En droit, la juge de paix a considéré que les parties locataires ne s’étaient pas acquittées, dans le délai comminatoire, de l’arriéré de loyer s’élevant à 53'550 fr., correspondant au solde des loyers dus au 31 mai 2024. Partant, le congé donné par avis du 11 juillet 2024 pour le 31 août 2024 était valable. L’expulsion pouvait en outre être ordonnée selon la procédure en protection des cas clairs.
a) Par acte du 12 décembre 2024, D.________ (ci-après : l’appelante) a interjeté un appel contre cette ordonnance en concluant en substance à son annulation et au renvoi du dossier à la juge de paix afin qu’un nouveau délai soit fixé pour libérer les locaux. Elle a également demandé la suspension de la procédure d’expulsion jusqu’à ce qu’une solution de relogement lui soit proposée par les autorités.
b) Par acte du même jour, C.________ (ci-après : l’appelant) a interjeté un appel contre l’ordonnance d’expulsion précitée. Il a fait siennes les conclusions de l’appelante, ajoutant qu’il requiert également la suspension de l’exécution forcée jusqu’à ce qu’il parvienne à stabiliser leur situation financière.
c) W.________ (ci-après : l’intimé) n’a pas été invité à se déterminer.
3.1 L’appel est ouvert contre les décisions finales de première instance si la valeur litigieuse au dernier état des conclusions est de 10’000 fr. au moins (art. 308 al. 1 let. a et al. 2 CPC [Code de procédure civile du 19 décembre 2008 ; RS 272]).

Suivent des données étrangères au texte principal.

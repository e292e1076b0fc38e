import { componentTypeById } from '@/engine/components/registry';
import type { ParameterSpec } from '@/engine/components/types';
import type {
  ChangeEffect,
  ChangedComponent,
  ComponentChange,
  ConnectionEnd,
  ConnectionEnds,
  DocumentDiff,
  ItemDiff,
  LinkChange,
  LinkEntry,
  ParameterValue,
  Point,
  SettingName,
  TubeChange,
} from '@/engine/document/diff';
import { AMBIENT_PRESSURE_LIMITS, AMBIENT_TEMPERATURE_LIMITS, TUBE_BORE_LIMITS, TUBE_LENGTH_LIMITS } from '@/components/editor/inspector-commands';
import { displayUnitFor, formatWithUnit, QUANTITY_UNITS, type DisplayUnit } from '@/components/editor/quantity-units';

/**
 * A revision comparison as rows of a table a reviewer reads: one row per changed value, in the
 * units and words the editor's inspector uses, so a value reads the same in both places.
 */

export interface ChangeRow {
  /** The part's tag; a tube's or wire's ends ("1V2:2 – 1V3:1"); a link's parts ("1A1 → 1S2"); empty for circuit settings. */
  readonly tag: string;
  /** The parameter's label, or the field in words ("Length", "Position"); for an added or removed item, what it is. */
  readonly what: string;
  /** Empty for an added or removed item. */
  readonly before: string;
  /** "added" or "removed" for an item that is new or gone. */
  readonly after: string;
  readonly affects: ChangeEffect;
}

/** Shown for a value one side does not have. */
const NONE = '—';

/**
 * Rows for parts, then tubes, wires, links and settings (each added, removed, changed, in the
 * diff's order), with every row that can alter behaviour before those that only touch the
 * drawing.
 */
export function changeTableRows(diff: DocumentDiff): ChangeRow[] {
  const rows = [
    ...itemRows(diff.components, (c) => c.tag, (c) => typeLabel(c.type), componentRows),
    ...itemRows(diff.tubes, endsText, () => 'Tube', (tube) => tube.changes.map((change) => tubeRow(endsText(tube), change))),
    ...itemRows(diff.wires, endsText, () => 'Wire', (wire) => wire.changes.map((change) => tubeRow(endsText(wire), change))),
    ...itemRows(diff.links, linkText, () => 'Link', (link) => link.changes.map((change) => linkRow(linkText(link), change))),
    ...diff.settings.map((change) => settingRow(change.kind, change.before, change.after)),
  ];
  return [...rows.filter((r) => r.affects === 'behaviour'), ...rows.filter((r) => r.affects === 'drawing')];
}

function itemRows<Entry, Changed>(
  diff: ItemDiff<Entry, Changed>,
  tagOf: (entry: Entry) => string,
  whatOf: (entry: Entry) => string,
  changedRows: (item: Changed) => ChangeRow[],
): ChangeRow[] {
  const status = (after: 'added' | 'removed') => (entry: Entry): ChangeRow => ({ tag: tagOf(entry), what: whatOf(entry), before: '', after, affects: 'behaviour' });
  return [...diff.added.map(status('added')), ...diff.removed.map(status('removed')), ...diff.changed.flatMap(changedRows)];
}

const typeLabel = (typeId: string) => componentTypeById(typeId)?.label ?? typeId;
const orNone = (text: string | undefined) => text || NONE;
const yesNo = (value: boolean) => (value ? 'yes' : 'no');
const pointText = (p: Point) => `(${p.x}, ${p.y})`;
const portText = (end: ConnectionEnd) => `${end.tag}:${end.port}`;
const endsText = (ends: ConnectionEnds) => `${portText(ends.from)} – ${portText(ends.to)}`;
const linkText = (link: Pick<LinkEntry, 'from' | 'to'>) => `${link.from.tag} → ${link.to.tag}`;

function componentRows(component: ChangedComponent): ChangeRow[] {
  const specsBefore = componentTypeById(component.typeBefore)?.parameters;
  const specsAfter = componentTypeById(component.type)?.parameters;
  const row = (change: ComponentChange, what: string, before: string, after: string): ChangeRow => ({ tag: component.tag, what, before, after, affects: change.affects });
  return component.changes.map((change) => {
    switch (change.kind) {
      case 'type':
        return row(change, 'Type', typeLabel(change.before), typeLabel(change.after));
      case 'tag':
        return row(change, 'Tag', change.before, change.after);
      case 'parameter': {
        const before = specsBefore?.[change.name];
        const after = specsAfter?.[change.name];
        return row(change, (after ?? before)?.label ?? change.name, parameterText(before, change.before), parameterText(after, change.after));
      }
      case 'label':
        return row(change, 'Label', orNone(change.before), orNone(change.after));
      case 'notes':
        return row(change, 'Notes', orNone(change.before), orNone(change.after));
      case 'position':
        return row(change, 'Position', pointText(change.before), pointText(change.after));
      case 'rotation':
        return row(change, 'Rotation', `${change.before}°`, `${change.after}°`);
      case 'mirrored':
        return row(change, 'Mirrored', yesNo(change.before), yesNo(change.after));
    }
  });
}

/** A parameter value as the inspector shows it, with its unit; as stored when its type does not know it. */
function parameterText(spec: ParameterSpec | undefined, value: ParameterValue | undefined): string {
  if (value === undefined) return NONE;
  if (spec?.kind === 'number' && typeof value === 'number') return formatWithUnit(value, displayUnitFor(spec));
  if (spec?.kind === 'flag' && typeof value === 'boolean') return yesNo(value);
  return String(value);
}

const routeText = (bends: readonly Point[]) => (bends.length === 0 ? 'straight' : bends.map(pointText).join(' '));

/** Tubes and wires share ends and bends; only tubes have a size. */
function tubeRow(tag: string, change: TubeChange): ChangeRow {
  const row = (what: string, before: string, after: string): ChangeRow => ({ tag, what, before, after, affects: change.affects });
  switch (change.kind) {
    case 'ends':
      return row('Ends', endsText(change.before), endsText(change.after));
    case 'lengthM':
      return row('Length', formatWithUnit(change.before, TUBE_LENGTH_LIMITS.unit), formatWithUnit(change.after, TUBE_LENGTH_LIMITS.unit));
    case 'innerDiameterM':
      return row('Inner diameter', formatWithUnit(change.before, TUBE_BORE_LIMITS.unit), formatWithUnit(change.after, TUBE_BORE_LIMITS.unit));
    case 'bends':
      return row('Route', routeText(change.before), routeText(change.after));
  }
}

const STROKE_UNIT = QUANTITY_UNITS.length;
const strokeText = (positionM: number | undefined) => (positionM === undefined ? NONE : formatWithUnit(positionM, STROKE_UNIT));

function linkRow(tag: string, change: LinkChange): ChangeRow {
  const row = (what: string, before: string, after: string): ChangeRow => ({ tag, what, before, after, affects: change.affects });
  switch (change.kind) {
    case 'kind':
      return row('Coupling', change.before, change.after);
    case 'from':
      return row('From', change.before.tag, change.after.tag);
    case 'to':
      return row('To', change.before.tag, change.after.tag);
    case 'positionM':
      return row('Actuating position', strokeText(change.before), strokeText(change.after));
  }
}

// A Record over every setting name, so a setting added to the schema cannot go without its words and unit.
const SETTINGS: Readonly<Record<SettingName, { what: string; unit: DisplayUnit }>> = {
  ambientPressurePa: { what: 'Ambient pressure', unit: AMBIENT_PRESSURE_LIMITS.unit },
  ambientTemperatureK: { what: 'Ambient temperature', unit: AMBIENT_TEMPERATURE_LIMITS.unit },
};

function settingRow(name: SettingName, before: number, after: number): ChangeRow {
  const { what, unit } = SETTINGS[name];
  return { tag: '', what, before: formatWithUnit(before, unit), after: formatWithUnit(after, unit), affects: 'behaviour' };
}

Lorsque le litige porte sur la question de savoir si les conditions d’une expulsion selon la procédure en protection des cas clairs sont réalisées, la valeur litigieuse correspond au retard causé par l’appel à la procédure sommaire, dont il y a lieu en principe de fixer la durée à six mois (ATF 144 III 346 consid. 1.2.1).
Lorsque la décision entreprise a été rendue en procédure sommaire, comme c’est le cas dans la procédure en cas clairs (art. 248 let. b CPC), le délai d’appel est de dix jours à compter de la notification de la décision motivée (art. 314 al. 1 CPC).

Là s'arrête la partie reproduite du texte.